(Items from a data source)
package lineproto

import (
	"errors"
	"fmt"
	"slices"
	"strconv"
	"strings"

	"go.yaml.in/yaml/v3"

	"github.com/gliss-lab/gliss/drivers/benchfile/yamlnode"
)

// Template is a command with placeholders, parsed from a bench file:
//
//	MOVE {value:%.4f}      the target in device units, printf-formatted
//	{axis}POS?             the axis name from the settings
//	COUNT {gate_ms:%d}     the gate in ms (also {gate_s})
//
// "{{" and "}}" stand for literal braces. A placeholder without a format
// uses %g for numbers. Allowed verbs: %f %e %g %d with flags, width and
// precision (%d rounds to the nearest integer).
type Template struct {
	src   string
	parts []part
}

type part struct {
	lit  string
	name string // "" for a literal
	verb string // printf format of the value
}

// Vars are the values a template may use.
type Vars struct {
	Value  float64
	Axis   string
	GateMS float64
}

var placeholderNames = []string{"value", "axis", "gate_ms", "gate_s"}

// ParseTemplate parses a template; allowed lists the placeholder names this
// command may use.
func ParseTemplate(src string, allowed ...string) (Template, error) {
	t := Template{src: src}
	var lit strings.Builder
	flush := func() {
		if lit.Len() > 0 {
			t.parts = append(t.parts, part{lit: lit.String()})
			lit.Reset()
		}
	}
	for i := 0; i < len(src); i++ {
		c := src[i]
		switch {
		case c == '{' && i+1 < len(src) && src[i+1] == '{':
			lit.WriteByte('{')
			i++
		case c == '}' && i+1 < len(src) && src[i+1] == '}':
			lit.WriteByte('}')
			i++
		case c == '}':
			return Template{}, fmt.Errorf("template %q: lone '}' at byte %d (write '}}' for a brace)", src, i)
		case c == '{':
			end := strings.IndexByte(src[i:], '}')
			if end < 0 {
				return Template{}, fmt.Errorf("template %q: '{' at byte %d is never closed", src, i)
			}
			body := src[i+1 : i+end]
			name, verb, hasVerb := strings.Cut(body, ":")
			if !slices.Contains(placeholderNames, name) {
				return Template{}, fmt.Errorf("template %q: unknown placeholder {%s} (known: %s)", src, name, strings.Join(placeholderNames, ", "))
			}
			if !slices.Contains(allowed, name) {
				return Template{}, fmt.Errorf("template %q: placeholder {%s} has no meaning in this command (allowed: %s)", src, name, orNone(allowed))
			}
			if name == "axis" {
				if hasVerb {
					return Template{}, fmt.Errorf("template %q: {axis} takes no format", src)
				}
				verb = "%s"
			} else if !hasVerb {
				verb = "%g"
			} else if err := checkVerb(verb); err != nil {
				return Template{}, fmt.Errorf("template %q: placeholder {%s}: %w", src, body, err)
			}
			flush()
			t.parts = append(t.parts, part{name: name, verb: verb})
			i += end
		default:
			lit.WriteByte(c)
		}
	}
	flush()
	if len(t.parts) == 0 {
		return Template{}, errors.New("template is empty")
	}
	return t, nil
}

func orNone(s []string) string {
	if len(s) == 0 {
		return "none"
	}
	return strings.Join(s, ", ")
}

// checkVerb accepts %[flags][width][.prec](f|e|g|d), with at most 2-digit
// width and precision.
func checkVerb(v string) error {
	bad := fmt.Errorf("format %q: want a printf verb such as %%.3f, %%e, %%g or %%d", v)
	if len(v) < 2 || v[0] != '%' {
		return bad
	}
	s := v[1:]
	for len(s) > 0 && strings.IndexByte("+- 0", s[0]) >= 0 {
		s = s[1:]
	}
	digits := func() int {
		n := 0
		for n < len(s) && s[n] >= '0' && s[n] <= '9' {
			n++
		}
		return n
	}
	if n := digits(); n > 2 {
		return bad
	} else {
		s = s[n:]
	}
	if len(s) > 0 && s[0] == '.' {
		s = s[1:]
		n := digits()
		if n == 0 || n > 2 {
			return bad
		}
		s = s[n:]
	}
	if len(s) != 1 || strings.IndexByte("fegd", s[0]) < 0 {
		return bad
	}
	return nil
}

// IsZero says whether the template is absent.
func (t Template) IsZero() bool { return t.src == "" }

// String is the template's source.
func (t Template) String() string { return t.src }

// Uses says whether the template has the named placeholder.
func (t Template) Uses(name string) bool {
	for _, p := range t.parts {
		if p.name == name {
			return true
		}
	}
	return false
}

// Render fills the placeholders. A non-finite number is an error: it is
// never sent to an instrument.
func (t Template) Render(v Vars) (string, error) {
	var b strings.Builder
	for _, p := range t.parts {
		var x float64
		switch p.name {
		case "":
			b.WriteString(p.lit)
			continue
		case "axis":
			b.WriteString(v.Axis)
			continue
		case "value":
			x = v.Value
		case "gate_ms":
			x = v.GateMS
		case "gate_s":
			x = v.GateMS / 1000
		}
		if x != x || x > 1e300 || x < -1e300 {
			return "", fmt.Errorf("template %q: {%s} = %g is not a finite number", t.src, p.name, x)
		}
		if strings.HasSuffix(p.verb, "d") {
			if x > 9e18 || x < -9e18 {
				return "", fmt.Errorf("template %q: {%s} = %g does not fit an integer", t.src, p.name, x)
			}
			r := int64(x + 0.5)
			if x < 0 {
				r = -int64(-x + 0.5)
			}
			b.WriteString(fmt.Sprintf(p.verb, r))
			continue
		}
		b.WriteString(fmt.Sprintf(p.verb, x))
	}
	out := b.String()
	if strings.ContainsAny(out, "\r\n") {
		return "", fmt.Errorf("template %q renders a line break, which would split the command", t.src)
	}
	return out, nil
}

// templateNode decodes a template from a YAML string, checking the
// placeholders a command allows.
func decodeTemplate(d *yamlnode.Decoder, n *yaml.Node, key string, allowed ...string) Template {
	var s string
	d.Decode(n, key, &s)
	if s == "" {
		return Template{}
	}
	t, err := ParseTemplate(s, allowed...)
	if err != nil {
		d.Errorf(n, key, "%v", err)
		return Template{src: s} // given but bad: not reported missing too
	}
	return t
}

func quoteAll(s []string) string {
	q := make([]string, len(s))
	for i, x := range s {
		q[i] = strconv.Quote(x)
	}
	return strings.Join(q, ", ")
}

▶ [What is expected]
All of the entries need to be reproduced exactly; please write them out.

▶ [Response area]
package lineproto

import (
	"errors"
	"fmt"
	"slices"
	"strconv"
	"strings"

	"go.yaml.in/yaml/v3"

	"github.com/gliss-lab/gliss/drivers/benchfile/yamlnode"
)

// Template is a command with placeholders, parsed from a bench file:
//
//	MOVE {value:%.4f}      the target in device units, printf-formatted
//	{axis}POS?             the axis name from the settings
//	COUNT {gate_ms:%d}     the gate in ms (also {gate_s})
//
// "{{" and "}}" stand for literal braces. A placeholder without a format
// uses %g for numbers. Allowed verbs: %f %e %g %d with flags, width and
// precision (%d rounds to the nearest integer).
type Template struct {
	src   string
	parts []part
}

type part struct {
	lit  string
	name string // "" for a literal
	verb string // printf format of the value
}

// Vars are the values a template may use.
type Vars struct {
	Value  float64
	Axis   string
	GateMS float64
}

var placeholderNames = []string{"value", "axis", "gate_ms", "gate_s"}

// ParseTemplate parses a template; allowed lists the placeholder names this
// command may use.
func ParseTemplate(src string, allowed ...string) (Template, error) {
	t := Template{src: src}
	var lit strings.Builder
	flush := func() {
		if lit.Len() > 0 {
			t.parts = append(t.parts, part{lit: lit.String()})
			lit.Reset()
		}
	}
	for i := 0; i < len(src); i++ {
		c := src[i]
		switch {
		case c == '{' && i+1 < len(src) && src[i+1] == '{':
			lit.WriteByte('{')
			i++
		case c == '}' && i+1 < len(src) && src[i+1] == '}':
			lit.WriteByte('}')
			i++
		case c == '}':
			return Template{}, fmt.Errorf("template %q: lone '}' at byte %d (write '}}' for a brace)", src, i)
		case c == '{':
			end := strings.IndexByte(src[i:], '}')
			if end < 0 {
				return Template{}, fmt.Errorf("template %q: '{' at byte %d is never closed", src, i)
			}
			body := src[i+1 : i+end]
			name, verb, hasVerb := strings.Cut(body, ":")
			if !slices.Contains(placeholderNames, name) {
				return Template{}, fmt.Errorf("template %q: unknown placeholder {%s} (known: %s)", src, name, strings.Join(placeholderNames, ", "))
			}
			if !slices.Contains(allowed, name) {
				return Template{}, fmt.Errorf("template %q: placeholder {%s} has no meaning in this command (allowed: %s)", src, name, orNone(allowed))
			}
			if name == "axis" {
				if hasVerb {
					return Template{}, fmt.Errorf("template %q: {axis} takes no format", src)
				}
				verb = "%s"
			} else if !hasVerb {
				verb = "%g"
			} else if err := checkVerb(verb); err != nil {
				return Template{}, fmt.Errorf("template %q: placeholder {%s}: %w", src, body, err)
			}
			flush()
			t.parts = append(t.parts, part{name: name, verb: verb})
			i += end
		default:
			lit.WriteByte(c)
		}
	}
	flush()
	if len(t.parts) == 0 {
		return Template{}, errors.New("template is empty")
	}
	return t, nil
}

func orNone(s []string) string {
	if len(s) == 0 {
		return "none"
	}
	return strings.Join(s, ", ")
}

// checkVerb accepts %[flags][width][.prec](f|e|g|d), with at most 2-digit
// width and precision.
func checkVerb(v string) error {
	bad := fmt.Errorf("format %q: want a printf verb such as %%.3f, %%e, %%g or %%d", v)
	if len(v) < 2 || v[0] != '%' {
		return bad
	}
	s := v[1:]
	for len(s) > 0 && strings.IndexByte("+- 0", s[0]) >= 0 {
		s = s[1:]
	}
	digits := func() int {
		n := 0
		for n < len(s) && s[n] >= '0' && s[n] <= '9' {
			n++
		}
		return n
	}
	if n := digits(); n > 2 {
		return bad
	} else {
		s = s[n:]
	}
	if len(s) > 0 && s[0] == '.' {
		s = s[1:]
		n := digits()
		if n == 0 || n > 2 {
			return bad
		}
		s = s[n:]
	}
	if len(s) != 1 || strings.IndexByte("fegd", s[0]) < 0 {
		return bad
	}
	return nil
}

// IsZero says whether the template is absent.
func (t Template) IsZero() bool { return t.src == "" }

// String is the template's source.
func (t Template) String() string { return t.src }

// Uses says whether the template has the named placeholder.
func (t Template) Uses(name string) bool {
	for _, p := range t.parts {
		if p.name == name {
			return true
		}
	}
	return false
}

// Render fills the placeholders. A non-finite number is an error: it is
// never sent to an instrument.
func (t Template) Render(v Vars) (string, error) {
	var b strings.Builder
	for _, p := range t.parts {
		var x float64
		switch p.name {
		case "":
			b.WriteString(p.lit)
			continue
		case "axis":
			b.WriteString(v.Axis)
			continue
		case "value":
			x = v.Value
		case "gate_ms":
			x = v.GateMS
		case "gate_s":
			x = v.GateMS / 1000
		}
		if x != x || x > 1e300 || x < -1e300 {
			return "", fmt.Errorf("template %q: {%s} = %g is not a finite number", t.src, p.name, x)
		}
		if strings.HasSuffix(p.verb, "d") {
			if x > 9e18 || x < -9e18 {
				return "", fmt.Errorf("template %q: {%s} = %g does not fit an integer", t.src, p.name, x)
			}
			r := int64(x + 0.5)
			if x < 0 {
				r = -int64(-x + 0.5)
			}
			b.WriteString(fmt.Sprintf(p.verb, r))
			continue
		}
		b.WriteString(fmt.Sprintf(p.verb, x))
	}
	out := b.String()
	if strings.ContainsAny(out, "\r\n") {
		return "", fmt.Errorf("template %q renders a line break, which would split the command", t.src)
	}
	return out, nil
}

// templateNode decodes a template from a YAML string, checking the
// placeholders a command allows.
func decodeTemplate(d *yamlnode.Decoder, n *yaml.Node, key string, allowed ...string) Template {
	var s string
	d.Decode(n, key, &s)
	if s == "" {
		return Template{}
	}
	t, err := ParseTemplate(s, allowed...)
	if err != nil {
		d.Errorf(n, key, "%v", err)
		return Template{src: s} // given but bad: not reported missing too
	}
	return t
}

func quoteAll(s []string) string {
	q := make([]string, len(s))
	for i, x := range s {
		q[i] = strconv.Quote(x)
	}
	return strings.Join(q, ", ")
}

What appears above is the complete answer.